A scandal?  How so?  They were just doing their jobs.

Not sure if ramming into a suspect with a police car could be considered by-the-books procedure, but it worked, didn't it?  No officers were hurt, no nearby citizens were hurt, and the guy who had the knives had 1 broken rib and 1 fractured rib (I read about it in the papers the day after) - not a bad outcome.


----------



## NavalGent (11 Mar 2005)

That could be considered excessive force. Sure, he had a knife, and I understand that the use of force is certainly warranted in cases where there is danger to the police and/or public. But if you watch the video, that was quite a violent impact, and had that video been broadcast on the news, I'm sure public debate would be opened, and then there would be a big inquiry and one or more of those cops might be fired and/or charged etc.


----------



## Da_man (11 Mar 2005)

hilarious  ;D


----------



## Da_man (11 Mar 2005)

NavalGent said:
			
		

> That could be considered excessive force. Sure, he had a knife, and I understand that the use of force is certainly warranted in cases where there is danger to the police and/or public. But if you watch the video, that was quite a violent impact, and had that video been broadcast on the news, I'm sure public debate would be opened, and then there would be a big inquiry and one or more of those cops might be fired and/or charged etc.

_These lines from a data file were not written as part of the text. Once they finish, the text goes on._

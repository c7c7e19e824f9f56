"""Will the plates do? The day before, a platform's stock against every weight that is likely to be asked for."""

from __future__ import annotations

from dataclasses import replace
from fractions import Fraction

import pytest

from app.desk.equipment import save_plates, stock_seen
from app.desk.planned import wish_of
from app.desk.plates_check import LiftCheck, check_platform, flights_openers, worth_borrowing
from app.desk.wish import plan_request
from app.meet.stock_check import Shortage
from app.planning import Budget, Measure, plan
from app.store.picture import NotFound
from tests.cast import BENCH, DEADLIFT, OLGA, SQUAT, Hall, bare_meet, kg
from tests.desk.checks import rows
from tests.desk.forms import plate_rows


def save(hall: Hall, **counts: str) -> None:
    """The plates as they are, with other counts: ``save(hall, f5="0")`` for the 5s, ``f1_25`` for the 1.25s."""
    wanted = {name.removeprefix("f").replace("_", "."): count for name, count in counts.items()}
    now = hall.picture()
    typed = [row | {"count": wanted.get(row["face"], row["count"])} for row in plate_rows(now)]
    save_plates(hall.desk, hall.platform_id, typed, stock_seen(now.stock, now.tools), who=OLGA)


def of(hall: Hall, lift: str) -> LiftCheck:
    """What is said of one lift."""
    found = check_platform(hall.desk, hall.platform_id)
    return next(one for one in found.lifts if one.lift.name == lift)


def handled(hall: Hall, lift: str) -> Fraction:
    """Kilograms that a plan of all openers for least kilograms handles, both ends."""
    now = hall.picture()
    lift_id = hall.lift_id(lift)
    flights = flights_openers(now.programme(lift_id), lift_id)
    targets = [weight for flight in flights for weight in sorted(flight)]
    request = plan_request(now.unit, now.equipment(lift_id), wish_of(now, lift_id), (), targets)
    return plan(replace(request, measure=Measure.MASS)).total.mass * 2


def test_the_span_runs_from_the_lightest_opener_to_the_heaviest_and_fifteen_per_cent(hall: Hall) -> None:
    check = of(hall, SQUAT).check
    assert check is not None
    assert (check.lightest, check.heaviest) == (100, kg("182.5"))  # 160 × 1.15 = 184
    assert check.missing == ()


def test_a_plate_that_is_short_is_named_with_how_many_pieces(hall: Hall) -> None:
    save(hall, f1_25="0")
    check = of(hall, SQUAT).check
    assert check is not None
    assert check.missing[:3] == (kg("102.5"), kg("107.5"), kg("112.5"))
    assert check.shortages[0] == Shortage(kg("1.25"), 2, len(check.missing))
    assert check.beyond == ()


def test_a_kind_that_the_meet_does_not_own_may_be_what_is_short(hall: Hall) -> None:
    now = hall.picture()
    typed = [row for row in plate_rows(now) if row["face"] != "1.25"]
    save_plates(hall.desk, hall.platform_id, typed, stock_seen(now.stock, now.tools), who=OLGA)
    check = of(hall, SQUAT).check
    assert check is not None
    assert check.shortages[0].face == kg("1.25")


def test_another_platform_that_has_the_plate_is_named(halls: tuple[Hall, Hall]) -> None:
    found = check_platform(halls[0].desk, halls[0].platform_id)
    assert found.elsewhere[kg("1.25")] == ((halls[1].platform_id, "Stage", 2),)


def test_without_openers_nothing_is_said_of_a_lift(desk) -> None:
    hall = bare_meet(desk)
    assert [(one.openers, one.check) for one in check_platform(desk, hall.platform_id).lifts] == [
        (0, None)
    ] * 3


@pytest.mark.parametrize("lift", [BENCH, DEADLIFT])
def test_the_pair_to_borrow_saves_what_it_is_said_to_save(hall: Hall, lift: str) -> None:
    """Checked by really putting the pair in the stock and planning the openers with it."""
    best = worth_borrowing(hall.desk, hall.platform_id, hall.lift_id(lift), Budget())
    assert best is not None
    before = handled(hall, lift)
    have = {item.plate.face: item.plate.count for item in hall.picture().stock}
    name = "f" + str(float(best.face)).removesuffix(".0").replace(".", "_")
    save(hall, **{name: str(have[best.face] + best.pieces)})
    assert (best.of, best.saves, best.pieces, best.proved) == (before, before - handled(hall, lift), 2, True)


def test_no_other_pair_of_the_stock_saves_more(hall: Hall) -> None:
    best = worth_borrowing(hall.desk, hall.platform_id, hall.lift_id(DEADLIFT), Budget())
    assert best is not None
    start = hall.picture().stock
    for item in start:
        name = "f" + str(float(item.plate.face)).removesuffix(".0").replace(".", "_")
        save(hall, **{name: str(item.plate.count + 2)})
        assert handled(hall, DEADLIFT) >= best.of - best.saves
        save(hall, **{name: str(item.plate.count)})


def test_looking_changes_nothing(hall: Hall) -> None:
    before, entries = rows(hall.desk.engine), len(hall.journal())
    check_platform(hall.desk, hall.platform_id)
    worth_borrowing(hall.desk, hall.platform_id, hall.lift_id(SQUAT), Budget())
    assert (rows(hall.desk.engine), len(hall.journal())) == (before, entries)


def test_a_lift_of_another_platform_is_not_found(hall: Hall) -> None:
    with pytest.raises(NotFound):
        worth_borrowing(hall.desk, hall.platform_id, 999, Budget())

Excessive force?  Against a knife they are allowed to use their guns...


----------



## Big Foot (11 Mar 2005)

Well NavalGent, consider the escalation of force. He didn't heed the police's verbal warnings and give himself up. Therefore, the police were warranted to neutralize him and prevent him from hurting anyone. What would you have rathered they do, shoot him?


----------



## Slim (11 Mar 2005)

I'm not able to watch the video at work. But I can tell you from my own training that a guy with a knife can get to you before you can draw and shoot him if he's within 21 feet of you.

Slim


----------



## NavalGent (11 Mar 2005)

Perhaps I did not come across clearly. I recognize that they are authorized to use firearms and therefore lethal force in such a situation, however I'm quite sure investigations are launched whenever an officer uses a firearm, which is a widely known standard procedure. Had they injured or killed this person with a firearm, then there would be an investigation. Now, this guy's been injured by being pinned between a car and a bike rack. Considering the size and weight of a car, that guy could have been killed. An investigation would be warranted in the eyes of many. 
As CBH99 suggested, running into a guy with a car is not a widely known procedure if it's even a standard procedure at all. Pinning him between the car and a bike rack is even less likely to be a standard procedure. If that video clip was shown on the news, I just think that in the eye of the soft and cuddly public, that could be seen as both excessive and, because its not standard procedure, careless. Public debate on the issue would be sparked, leading to political pressure for a thorough investigation, and one or more scapegoat officers would take the blame. 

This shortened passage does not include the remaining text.